(Stored data)
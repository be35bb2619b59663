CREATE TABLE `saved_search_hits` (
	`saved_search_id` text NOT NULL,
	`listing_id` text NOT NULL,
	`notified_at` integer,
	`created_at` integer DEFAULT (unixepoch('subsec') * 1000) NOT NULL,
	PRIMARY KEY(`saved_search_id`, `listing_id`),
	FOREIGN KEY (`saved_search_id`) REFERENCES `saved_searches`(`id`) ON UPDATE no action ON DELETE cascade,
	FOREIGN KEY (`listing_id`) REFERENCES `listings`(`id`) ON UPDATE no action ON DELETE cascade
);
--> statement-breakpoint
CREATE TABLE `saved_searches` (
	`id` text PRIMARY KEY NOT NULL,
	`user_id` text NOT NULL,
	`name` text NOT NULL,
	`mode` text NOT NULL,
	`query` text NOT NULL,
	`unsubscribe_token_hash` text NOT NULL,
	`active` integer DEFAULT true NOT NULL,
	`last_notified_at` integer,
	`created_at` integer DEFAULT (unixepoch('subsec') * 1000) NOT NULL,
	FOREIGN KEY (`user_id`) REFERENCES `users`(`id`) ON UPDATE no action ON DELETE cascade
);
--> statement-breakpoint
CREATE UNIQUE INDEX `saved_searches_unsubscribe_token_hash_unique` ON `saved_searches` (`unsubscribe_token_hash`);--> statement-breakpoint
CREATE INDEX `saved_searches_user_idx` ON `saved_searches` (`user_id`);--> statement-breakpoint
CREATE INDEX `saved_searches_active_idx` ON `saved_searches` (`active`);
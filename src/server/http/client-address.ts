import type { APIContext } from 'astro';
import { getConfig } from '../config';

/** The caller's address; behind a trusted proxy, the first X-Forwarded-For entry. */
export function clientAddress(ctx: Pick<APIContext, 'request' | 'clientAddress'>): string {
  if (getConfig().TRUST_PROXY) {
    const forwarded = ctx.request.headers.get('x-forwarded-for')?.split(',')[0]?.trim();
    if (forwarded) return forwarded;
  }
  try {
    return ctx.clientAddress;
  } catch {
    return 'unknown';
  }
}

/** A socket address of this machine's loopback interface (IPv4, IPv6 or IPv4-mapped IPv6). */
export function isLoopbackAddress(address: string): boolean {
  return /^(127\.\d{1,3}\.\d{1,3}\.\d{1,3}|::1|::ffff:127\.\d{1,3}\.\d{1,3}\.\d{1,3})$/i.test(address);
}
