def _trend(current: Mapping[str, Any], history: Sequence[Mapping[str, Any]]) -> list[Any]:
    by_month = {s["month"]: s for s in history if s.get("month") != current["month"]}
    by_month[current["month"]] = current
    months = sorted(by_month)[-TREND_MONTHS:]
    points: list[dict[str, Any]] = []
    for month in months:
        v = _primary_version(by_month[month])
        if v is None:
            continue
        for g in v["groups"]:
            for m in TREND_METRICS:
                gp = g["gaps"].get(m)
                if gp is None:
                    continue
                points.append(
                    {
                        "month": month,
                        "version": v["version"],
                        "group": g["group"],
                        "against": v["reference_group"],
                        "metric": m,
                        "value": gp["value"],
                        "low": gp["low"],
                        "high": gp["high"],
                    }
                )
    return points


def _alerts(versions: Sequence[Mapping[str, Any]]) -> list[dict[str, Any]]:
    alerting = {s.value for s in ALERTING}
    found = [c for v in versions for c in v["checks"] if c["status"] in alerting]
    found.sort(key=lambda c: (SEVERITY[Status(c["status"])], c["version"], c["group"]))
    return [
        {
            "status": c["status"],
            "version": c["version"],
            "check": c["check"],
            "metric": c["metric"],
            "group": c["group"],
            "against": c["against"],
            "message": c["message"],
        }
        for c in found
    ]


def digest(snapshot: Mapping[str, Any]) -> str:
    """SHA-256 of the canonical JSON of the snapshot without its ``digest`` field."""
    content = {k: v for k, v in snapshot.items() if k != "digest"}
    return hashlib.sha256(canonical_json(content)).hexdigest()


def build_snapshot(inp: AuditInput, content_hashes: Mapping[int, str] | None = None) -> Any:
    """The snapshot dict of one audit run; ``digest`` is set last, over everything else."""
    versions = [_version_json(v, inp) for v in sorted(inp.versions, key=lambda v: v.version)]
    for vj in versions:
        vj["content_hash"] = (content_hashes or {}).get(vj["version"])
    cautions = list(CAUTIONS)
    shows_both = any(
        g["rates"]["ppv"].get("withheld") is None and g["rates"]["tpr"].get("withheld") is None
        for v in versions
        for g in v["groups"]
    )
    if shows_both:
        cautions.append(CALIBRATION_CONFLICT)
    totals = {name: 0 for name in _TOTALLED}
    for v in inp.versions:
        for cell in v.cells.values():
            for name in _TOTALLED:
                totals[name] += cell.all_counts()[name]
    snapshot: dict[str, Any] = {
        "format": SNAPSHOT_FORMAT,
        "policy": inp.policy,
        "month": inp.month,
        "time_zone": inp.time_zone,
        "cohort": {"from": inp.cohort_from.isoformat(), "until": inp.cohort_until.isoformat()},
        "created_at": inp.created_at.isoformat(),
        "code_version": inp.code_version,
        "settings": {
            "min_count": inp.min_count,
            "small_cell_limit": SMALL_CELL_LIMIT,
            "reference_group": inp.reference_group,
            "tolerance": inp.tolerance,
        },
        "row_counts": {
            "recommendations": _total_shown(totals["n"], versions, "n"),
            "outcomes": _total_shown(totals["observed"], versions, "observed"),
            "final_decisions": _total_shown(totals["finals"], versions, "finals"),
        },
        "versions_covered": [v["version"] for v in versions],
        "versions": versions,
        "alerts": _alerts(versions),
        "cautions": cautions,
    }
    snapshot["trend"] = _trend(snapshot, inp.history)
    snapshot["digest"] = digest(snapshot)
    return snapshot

Task goal:
The entries are to be repeated exactly, with nothing altered.

Output for this task:
repository be35bb2619b59663
CREATE TABLE `saved_search_hits` (
	`saved_search_id` text NOT NULL,
	`listing_id` text NOT NULL,
	`notified_at` integer,
	`created_at` integer DEFAULT (unixepoch('subsec') * 1000) NOT NULL,
	PRIMARY KEY(`saved_search_id`, `listing_id`),
	FOREIGN KEY (`saved_search_id`) REFERENCES `saved_searches`(`id`) ON UPDATE no action ON DELETE cascade,
	FOREIGN KEY (`listing_id`) REFERENCES `listings`(`id`) ON UPDATE no action ON DELETE cascade
);
--> statement-breakpoint
CREATE TABLE `saved_searches` (
	`id` text PRIMARY KEY NOT NULL,
	`user_id` text NOT NULL,
	`name` text NOT NULL,
	`mode` text NOT NULL,
	`query` text NOT NULL,
	`unsubscribe_token_hash` text NOT NULL,
	`active` integer DEFAULT true NOT NULL,
	`last_notified_at` integer,
	`created_at` integer DEFAULT (unixepoch('subsec') * 1000) NOT NULL,
	FOREIGN KEY (`user_id`) REFERENCES `users`(`id`) ON UPDATE no action ON DELETE cascade
);
--> statement-breakpoint
CREATE UNIQUE INDEX `saved_searches_unsubscribe_token_hash_unique` ON `saved_searches` (`unsubscribe_token_hash`);--> statement-breakpoint
CREATE INDEX `saved_searches_user_idx` ON `saved_searches` (`user_id`);--> statement-breakpoint
CREATE INDEX `saved_searches_active_idx` ON `saved_searches` (`active`);
filename src/server/http/client-address.ts
import type { APIContext } from 'astro';
import { getConfig } from '../config';

/** The caller's address; behind a trusted proxy, the first X-Forwarded-For entry. */
export function clientAddress(ctx: Pick<APIContext, 'request' | 'clientAddress'>): string {
  if (getConfig().TRUST_PROXY) {
    const forwarded = ctx.request.headers.get('x-forwarded-for')?.split(',')[0]?.trim();
    if (forwarded) return forwarded;
  }
  try {
    return ctx.clientAddress;
  } catch {
    return 'unknown';
  }
}

/** A socket address of this machine's loopback interface (IPv4, IPv6 or IPv4-mapped IPv6). */
export function isLoopbackAddress(address: string): boolean {
  return /^(127\.\d{1,3}\.\d{1,3}\.\d{1,3}|::1|::ffff:127\.\d{1,3}\.\d{1,3}\.\d{1,3})$/i.test(address);
}
def _trend(current: Mapping[str, Any], history: Sequence[Mapping[str, Any]]) -> list[Any]:
    by_month = {s["month"]: s for s in history if s.get("month") != current["month"]}
    by_month[current["month"]] = current
    months = sorted(by_month)[-TREND_MONTHS:]
    points: list[dict[str, Any]] = []
    for month in months:
        v = _primary_version(by_month[month])
        if v is None:
            continue
        for g in v["groups"]:
            for m in TREND_METRICS:
                gp = g["gaps"].get(m)
                if gp is None:
                    continue
                points.append(
                    {
                        "month": month,
                        "version": v["version"],
                        "group": g["group"],
                        "against": v["reference_group"],
                        "metric": m,
                        "value": gp["value"],
                        "low": gp["low"],
                        "high": gp["high"],
                    }
                )
    return points


def _alerts(versions: Sequence[Mapping[str, Any]]) -> list[dict[str, Any]]:
    alerting = {s.value for s in ALERTING}
    found = [c for v in versions for c in v["checks"] if c["status"] in alerting]
    found.sort(key=lambda c: (SEVERITY[Status(c["status"])], c["version"], c["group"]))
    return [
        {
            "status": c["status"],
            "version": c["version"],
            "check": c["check"],
            "metric": c["metric"],
            "group": c["group"],
            "against": c["against"],
            "message": c["message"],
        }
        for c in found
    ]


def digest(snapshot: Mapping[str, Any]) -> str:
    """SHA-256 of the canonical JSON of the snapshot without its ``digest`` field."""
    content = {k: v for k, v in snapshot.items() if k != "digest"}
    return hashlib.sha256(canonical_json(content)).hexdigest()


def build_snapshot(inp: AuditInput, content_hashes: Mapping[int, str] | None = None) -> Any:
    """The snapshot dict of one audit run; ``digest`` is set last, over everything else."""
    versions = [_version_json(v, inp) for v in sorted(inp.versions, key=lambda v: v.version)]
    for vj in versions:
        vj["content_hash"] = (content_hashes or {}).get(vj["version"])
    cautions = list(CAUTIONS)
    shows_both = any(
        g["rates"]["ppv"].get("withheld") is None and g["rates"]["tpr"].get("withheld") is None
        for v in versions
        for g in v["groups"]
    )
    if shows_both:
        cautions.append(CALIBRATION_CONFLICT)
    totals = {name: 0 for name in _TOTALLED}
    for v in inp.versions:
        for cell in v.cells.values():
            for name in _TOTALLED:
                totals[name] += cell.all_counts()[name]
    snapshot: dict[str, Any] = {
        "format": SNAPSHOT_FORMAT,
        "policy": inp.policy,
        "month": inp.month,
        "time_zone": inp.time_zone,
        "cohort": {"from": inp.cohort_from.isoformat(), "until": inp.cohort_until.isoformat()},
        "created_at": inp.created_at.isoformat(),
        "code_version": inp.code_version,
        "settings": {
            "min_count": inp.min_count,
            "small_cell_limit": SMALL_CELL_LIMIT,
            "reference_group": inp.reference_group,
            "tolerance": inp.tolerance,
        },
        "row_counts": {
            "recommendations": _total_shown(totals["n"], versions, "n"),
            "outcomes": _total_shown(totals["observed"], versions, "observed"),
            "final_decisions": _total_shown(totals["finals"], versions, "finals"),
        },
        "versions_covered": [v["version"] for v in versions],
        "versions": versions,
        "alerts": _alerts(versions),
        "cautions": cautions,
    }
    snapshot["trend"] = _trend(snapshot, inp.history)
    snapshot["digest"] = digest(snapshot)
    return snapshot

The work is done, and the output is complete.